*Supplied information:*

+---+

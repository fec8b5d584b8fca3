/** The only reader of the environment: one schema, every fault reported at once. */
import { join, resolve } from 'node:path'
import { z } from 'zod'

const mebibyte = 1024 * 1024

const Environment = z.object({
  DATABASE_URL: z.string().min(1, 'DATABASE_URL is missing: the launcher sets it, or name a PostgreSQL server'),
  PORT: z.coerce.number().int().min(0).max(65535).default(4100),
  HOST: z.string().default('127.0.0.1'),
  EVENBURN_DATA: z.string().default('.data'),
  SESSION_SECRET: z.string().min(32, 'SESSION_SECRET must be at least 32 characters; the launcher makes one'),
  SMTP_URL: z.string().optional(),
  MAIL_FROM: z.string().default('Evenburn <evenburn@localhost>'),
  PUBLIC_URL: z.string().optional(),
  EVENBURN_DEMO: z.enum(['0', '1']).default('0'),
  UPLOAD_MAX_MB: z.coerce.number().positive().default(512),
  QUOTA_MB: z.coerce.number().positive().default(20_480),
  TRY_LIMIT: z.coerce.number().int().positive().default(10),
  LOG_LEVEL: z.enum(['trace', 'debug', 'info', 'warn', 'error', 'silent']).default('info'),
})

export interface Config {
  readonly databaseUrl: string
  readonly port: number
  readonly host: string
  readonly dataDir: string
  readonly uploadDir: string
  readonly sessionSecret: Uint8Array
  readonly smtpUrl: string | null
  readonly mailFrom: string
  readonly publicUrl: string
  readonly demo: boolean
  /** Mails are caught and shown on a page: only in the demo, and only without a real mail server. */
  readonly demoMailbox: boolean
  readonly uploadMaxBytes: number
  readonly quotaBytes: number
  /** Failed tries per quarter of an hour before sign-in and resets answer 429. */
  readonly tryLimit: number
  readonly logLevel: string
}

/** @throws Error naming every variable that cannot be used. */
export function readConfig(env: Record<string, string | undefined>): Config {
  const parsed = Environment.safeParse(env)
  if (!parsed.success) {
    const faults = parsed.error.issues.map((issue) => `  ${issue.path.join('.')}: ${issue.message}`)
    throw new Error(`The configuration cannot be used:\n${faults.join('\n')}`)
  }
  const value = parsed.data
  const dataDir = resolve(value.EVENBURN_DATA)
  const demo = value.EVENBURN_DEMO === '1'
  return {
    databaseUrl: value.DATABASE_URL,
    port: value.PORT,
    host: value.HOST,
    dataDir,
    uploadDir: join(dataDir, 'uploads'),
    sessionSecret: new TextEncoder().encode(value.SESSION_SECRET),
    smtpUrl: value.SMTP_URL ?? null,
    mailFrom: value.MAIL_FROM,
    publicUrl: (value.PUBLIC_URL ?? `http://localhost:${value.PORT}`).replace(/\/$/, ''),
    demo,
    demoMailbox: demo && value.SMTP_URL === undefined,
    uploadMaxBytes: value.UPLOAD_MAX_MB * mebibyte,
    quotaBytes: value.QUOTA_MB * mebibyte,
    tryLimit: value.TRY_LIMIT,
    logLevel: value.LOG_LEVEL,
  }
}
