/** Makes the demo workshop once: people, vehicles, tables, and drives that go in by the same road as a person's. */
import { randomInt } from 'node:crypto'
import { existsSync, writeFileSync } from 'node:fs'
import { writeFile } from 'node:fs/promises'
import { join } from 'node:path'
import { demoVehicles, driveAgain, type DemoDrive, type DemoVehicle } from '../sample-logs/simulator/demo.ts'
import { toCsv } from '../sample-logs/simulator/simulate.ts'
import type { Role } from '../shared/access.ts'
import { readConfig } from './config.ts'
import { tableToCsv } from './core/formats/table-csv.ts'
import { buildDeps, closeDeps, type Deps } from './deps.ts'
import { addPerson, foundWorkshop, setupNeeded } from './features/accounts/service.ts'
import { receiveLog } from './features/logs/service.ts'
import { requestProposal } from './features/proposals/service.ts'
import { bringTable } from './features/tables/service.ts'
import { changeVehicle, createVehicle } from './features/vehicles/service.ts'
import { jobs } from './jobs.ts'
import type { Actor } from './platform/http/actor.ts'
import { drainQueue } from './platform/queue/run.ts'

interface SignIn {
  readonly role: string
  readonly name: string
  readonly email: string
  readonly password: string
}

const syllables = ['ash', 'birch', 'cedar', 'elm', 'fern', 'hazel', 'larch', 'maple', 'oak', 'pine', 'rowan', 'willow']
const newPassword = (): string =>
  Array.from({ length: 3 }, () => `${syllables[randomInt(12)]}${randomInt(100, 1000)}`).join('-')

const crew: readonly (Omit<SignIn, 'password' | 'role'> & { roles: Role[] })[] = [
  { roles: ['tuner', 'admin'], name: 'Mara Lindqvist', email: 'mara@larkfield.example' },
  { roles: ['owner'], name: 'Tom Hallam', email: 'tom@larkfield.example' },
  { roles: ['reviewer'], name: 'Idris Vaughan', email: 'idris@larkfield.example' },
]

async function people(deps: Deps, signIns: readonly SignIn[]): Promise<{ mara: Actor; tomId: string }> {
  const hashed = await Promise.all(
    signIns.map(async ({ name, email, password }) => ({
      name,
      email,
      passwordHash: await deps.crunch.hashPassword(password),
    })),
  )
  return deps.db.transaction(async (tx) => {
    const { workshopId, personId } = await foundWorkshop(tx, 'Larkfield Workshop', hashed[0]!, crew[0]!.roles, false)
    const tomId = await addPerson(tx, workshopId, hashed[1]!, crew[1]!.roles)
    await addPerson(tx, workshopId, hashed[2]!, crew[2]!.roles)
    const { name, email } = crew[0]!
    return { mara: { personId, name, email, workshopId, roles: crew[0]!.roles, sessionId: null }, tomId }
  })
}

const asCsv = (vehicle: DemoVehicle, values: Float64Array): string =>
  tableToCsv({ grid: vehicle.grid, values, axes: 'rpm-across', decimal: 'point', remarks: [] })

async function uploadDrive(deps: Deps, mara: Actor, vehicleId: string, vehicle: DemoVehicle, demo: DemoDrive) {
  const csv = toCsv(driveAgain(vehicle, demo))
  const path = join(deps.config.uploadDir, `seed-${demo.seed}.csv`)
  await writeFile(path, csv)
  const name = `${demo.recordedOn}-${demo.title.toLowerCase().replace(/[^a-z]+/g, '-')}.csv`
  return receiveLog(
    deps,
    mara,
    vehicleId,
    { name, path, bytes: Buffer.byteLength(csv) },
    { title: demo.title, recordedOn: demo.recordedOn },
  )
}

async function seedVehicle(deps: Deps, mara: Actor, ownerIds: string[], vehicle: DemoVehicle): Promise<void> {
  const { id, version } = await createVehicle(deps, mara, {
    name: vehicle.name,
    description: vehicle.description,
    sheet: vehicle.sheet,
  })
  await changeVehicle(deps, mara, id, { version, ownerIds })
  const table = { origin: 'seed', note: 'The table it came with' } as const
  await bringTable(deps, mara, id, { ...table, kind: 've', text: asCsv(vehicle, vehicle.flashed), inEngine: true })
  await bringTable(deps, mara, id, {
    ...table,
    kind: 'target',
    text: asCsv(vehicle, vehicle.target),
    note: '',
    inEngine: false,
  })
  const logs = []
  for (const demo of vehicle.drives) logs.push(await uploadDrive(deps, mara, id, vehicle, demo))
  await drainQueue(deps, jobs)
  // The cold yard log is left out, as a tuner would; one proposal waits on the workbench.
  const chosen = logs.filter((_, i) => vehicle.drives[i]!.habit !== 'yard').map((log) => log.id)
  await requestProposal(deps, mara, id, { logIds: chosen, stepCapPct: 20 })
  await drainQueue(deps, jobs)
}

async function seed(deps: Deps): Promise<void> {
  const path = join(deps.config.dataDir, 'demo.json')
  if (!(await setupNeeded(deps))) return
  const signIns = crew.map(({ roles, name, email }) => ({ role: roles[0]!, name, email, password: newPassword() }))
  const { mara, tomId } = await people(deps, signIns)
  writeFileSync(path, JSON.stringify(signIns, null, 2), { mode: 0o600 })
  const [flatbed, turbo] = demoVehicles
  await seedVehicle(deps, mara, [tomId], flatbed!)
  await seedVehicle(deps, mara, [], turbo!)
}

const deps = buildDeps(readConfig(process.env))
await seed(deps)
await closeDeps(deps)
if (!existsSync(join(deps.config.dataDir, 'demo.json'))) deps.log.info('this database was not seeded here')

+---+

*What is required:* Each line, starting with the one containing "if (!(await setupNeeded(deps))) return" and ending with the last line of the records above, should be reproduced exactly.

*Your response:*
  if (!(await setupNeeded(deps))) return
  const signIns = crew.map(({ roles, name, email }) => ({ role: roles[0]!, name, email, password: newPassword() }))
  const { mara, tomId } = await people(deps, signIns)
  writeFileSync(path, JSON.stringify(signIns, null, 2), { mode: 0o600 })
  const [flatbed, turbo] = demoVehicles
  await seedVehicle(deps, mara, [tomId], flatbed!)
  await seedVehicle(deps, mara, [], turbo!)
}

const deps = buildDeps(readConfig(process.env))
await seed(deps)
await closeDeps(deps)
if (!existsSync(join(deps.config.dataDir, 'demo.json'))) deps.log.info('this database was not seeded here')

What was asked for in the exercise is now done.